Lightning-Fast Document Search 🔥🚀

Ever wished you could search through OCR-processed documents at the speed of light? Look no further! DocPrompt's Provenance Locator, powered by Rust, offers blazingly fast text search capabilities that will revolutionize your document processing workflows.

The Power of Rust-Powered Search

DocPrompt's DocumentProvenanceLocator is not your average search tool.
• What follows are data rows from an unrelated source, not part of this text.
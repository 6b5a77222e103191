"""P5, analysis cost: the analysis stage as a share of the run's wall time, 24 windows.

A 24-window umbrella run along phi of capped alanine in vacuum (15 deg apart, the
cycle, equilibration, production and frame settings of protocols/alanine-phi-umbrella.yaml)
runs with the real Scheduler and default settings (platform auto, workers auto); its wall
time counts everything a user waits for: make_plan (system build, platform probe) and
Scheduler.run. Then boost.analysis.analyse_run (MBAR, PMF, basins, diagnostics) and
boost.report.write_report (tables and plots) run on its folder, timed separately.

Share = analyse_run wall time / run wall time (target <= 5 %); the share with the
report written too is printed next to it.

Run: python bench/p5_analysis_cost.py [--production-ps 200]
"""

import argparse
import time
import warnings
from pathlib import Path

import benchlib

TARGET = 0.05

PROTOCOL = """\
protocol: 1
title: P5 benchmark, 24 umbrella windows along phi of capped alanine
system: alanine-vacuum
seed: 505
temperature: 300 K
timestep: 2 fs
friction: 1/ps
coordinates:
  phi: {{dihedral: ["resid 0 and name C", "resid 1 and name N", "resid 1 and name CA", "resid 1 and name C"]}}
  psi: {{dihedral: ["resid 1 and name N", "resid 1 and name CA", "resid 1 and name C", "resid 2 and name N"]}}
umbrella:
  phi: {{centres: {{from: -180 deg, to: 165 deg, count: 24}}, spring: 300 kJ/mol/rad**2}}
run:
  cycle: 0.5 ps
  equilibration: 10 ps
  production: {production} ps
  frame_every: 5 ps
basins:
  C7eq: {{phi: [-180 deg, 0 deg]}}
  C7ax: {{phi: [0 deg, 180 deg]}}
analysis:
  bins: {{phi: {{from: -180 deg, to: 180 deg, count: 36}}}}
  energy_unit: kcal/mol
"""


def main():
    parser = argparse.ArgumentParser(description=__doc__.splitlines()[0])
    parser.add_argument("--production-ps", type=float, default=200.0)
    args = parser.parse_args()
    benchlib.describe_machine("P5 analysis cost: analysis share of a 24-window run")
    with benchlib.temporary_folder("p5") as tmp:
        tmp = Path(tmp)
        path = benchlib.write_protocol(tmp, "p5", PROTOCOL.format(production=args.production_ps))
        result = benchlib.timed_run(path, tmp / "run")
        run_s = result["plan_s"] + result["run_s"]
        print(f"run: {result['n_walkers']} walkers x {result['n_cycles']} cycles on {result['platform'].name}: "
              f"plan {result['plan_s']:.1f} s + setup {result['setup_s']:.1f} s + loop {result['loop_s']:.1f} s "
              f"= {run_s:.1f} s", flush=True)
        from boost.analysis import analyse_run
        from boost.report import write_report

        with warnings.catch_warnings():
            warnings.simplefilter("ignore")
            start = time.perf_counter()
            analysis = analyse_run(tmp / "run")
            analyse_s = time.perf_counter() - start
            start = time.perf_counter()
            write_report(analysis, tmp / "analysis")
            report_s = time.perf_counter() - start
        print(f"samples used per window: {analysis.samples_k.min()}-{analysis.samples_k.max()} "
              f"(of {result['n_cycles']} cycles)\n")
        rows = [("analyse_run (MBAR, PMF, basins, diagnostics)", f"{analyse_s:.2f}", f"{analyse_s / run_s:.2%}",
                 benchlib.verdict(analyse_s / run_s, TARGET, at_least=False)),
                ("analyse_run + write_report (tables, plots)", f"{analyse_s + report_s:.2f}",
                 f"{(analyse_s + report_s) / run_s:.2%}", "")]
        benchlib.print_table(("stage", "wall s", f"share of the run ({run_s:.1f} s)",
                              f"target <= {TARGET:.0%}"), rows)
    benchlib.describe_load("end")


if __name__ == "__main__":
    main()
Implemented in Rust and leveraging the power of tantivy and rtree, it provides:

⚡ Lightning-fast full-text search
🎯 Precise text location within documents
🧠 Smart granularity refinement (word, line, block)
🗺️ Spatial querying capabilities

Let's dive into how you can harness this power!

Setting Up the Locator

First, let's create a DocumentProvenanceLocator from a processed DocumentNode:

from docprompt import load_document, DocumentNode
from docprompt.tasks.factory import GCPTaskProviderFactory

# Load and process the document
document = load_document("path/to/your/document.pdf")
document_node = DocumentNode.from_document(document)

# Process with OCR (assuming you've set up the GCP factory)
gcp_factory = GCPTaskProviderFactory(service_account_file="path/to/credentials.json")
ocr_provider = gcp_factory.get_page_ocr_provider(
    project_id="your-project-id",
    processor_id="your-processor-id"
)
ocr_results = ocr_provider.process_document_node(document_node)

# Create the locator
locator = document_node.locator

Searching at the Speed of Rust 🔥

Now that we have our locator, let's see it in action:

# Perform a simple search
results = locator.search("DocPrompt")

for result in results:
    print(f"Found on page {result.page_number}")
    print(f"Text: {result.text}")
    print(f"Bounding box: {result.text_location.merged_source_block.bounding_box}")
    print("---")

This search operation happens in milliseconds, even for large documents, thanks to the Rust-powered backend!

Advanced Search Capabilities

Refining to Word Level

DocPrompt can automatically refine search results to the word level:

refined_results = locator.search("DocPrompt", refine_to_word=True)

This gives you pinpoint accuracy in locating text within your document.

Page-Specific Search

Need to search on a specific page? No problem:

page_5_results = locator.search("DocPrompt", page_number=5)

Best Match Search

Find the best matches based on different criteria:

best_short_matches = locator.search_n_best("DocPrompt", n=3, mode="shortest_text")

best_long_matches = locator.search_n_best("DocPrompt", n=3, mode="longest_text")

best_overall_matches = locator.search_n_best("DocPrompt", n=3, mode="highest_score")

Spatial Queries: Beyond Text Search 🗺️

DocPrompt's locator isn't just fast—it's spatially aware! You can perform queries based on document layout:

from docprompt.schema.layout import NormBBox

# Get blocks near a specific area on page 1
bbox = NormBBox(x0=0.1, top=0.1, x1=0.2, bottom=0.2)
nearby_blocks = locator.get_k_nearest_blocks(bbox, page_number=1, k=5)

# Get overlapping blocks
overlapping_blocks = locator.get_overlapping_blocks(bbox, page_number=1)

This spatial awareness opens up possibilities for advanced document analysis and data extraction!

Conclusion: Search at the Speed of Thought 🧠💨

DocPrompt's DocumentProvenanceLocator brings unprecedented speed and precision to document search and analysis. By leveraging the power of Rust, it offers:

Lightning-fast full-text search
Precise text location within documents
Advanced spatial querying capabilities
Scalability for large documents and datasets

Whether you're building a document analysis pipeline, a search system, or any text-based application, DocPrompt's Provenance Locator offers the speed and accuracy you need to stay ahead of the game.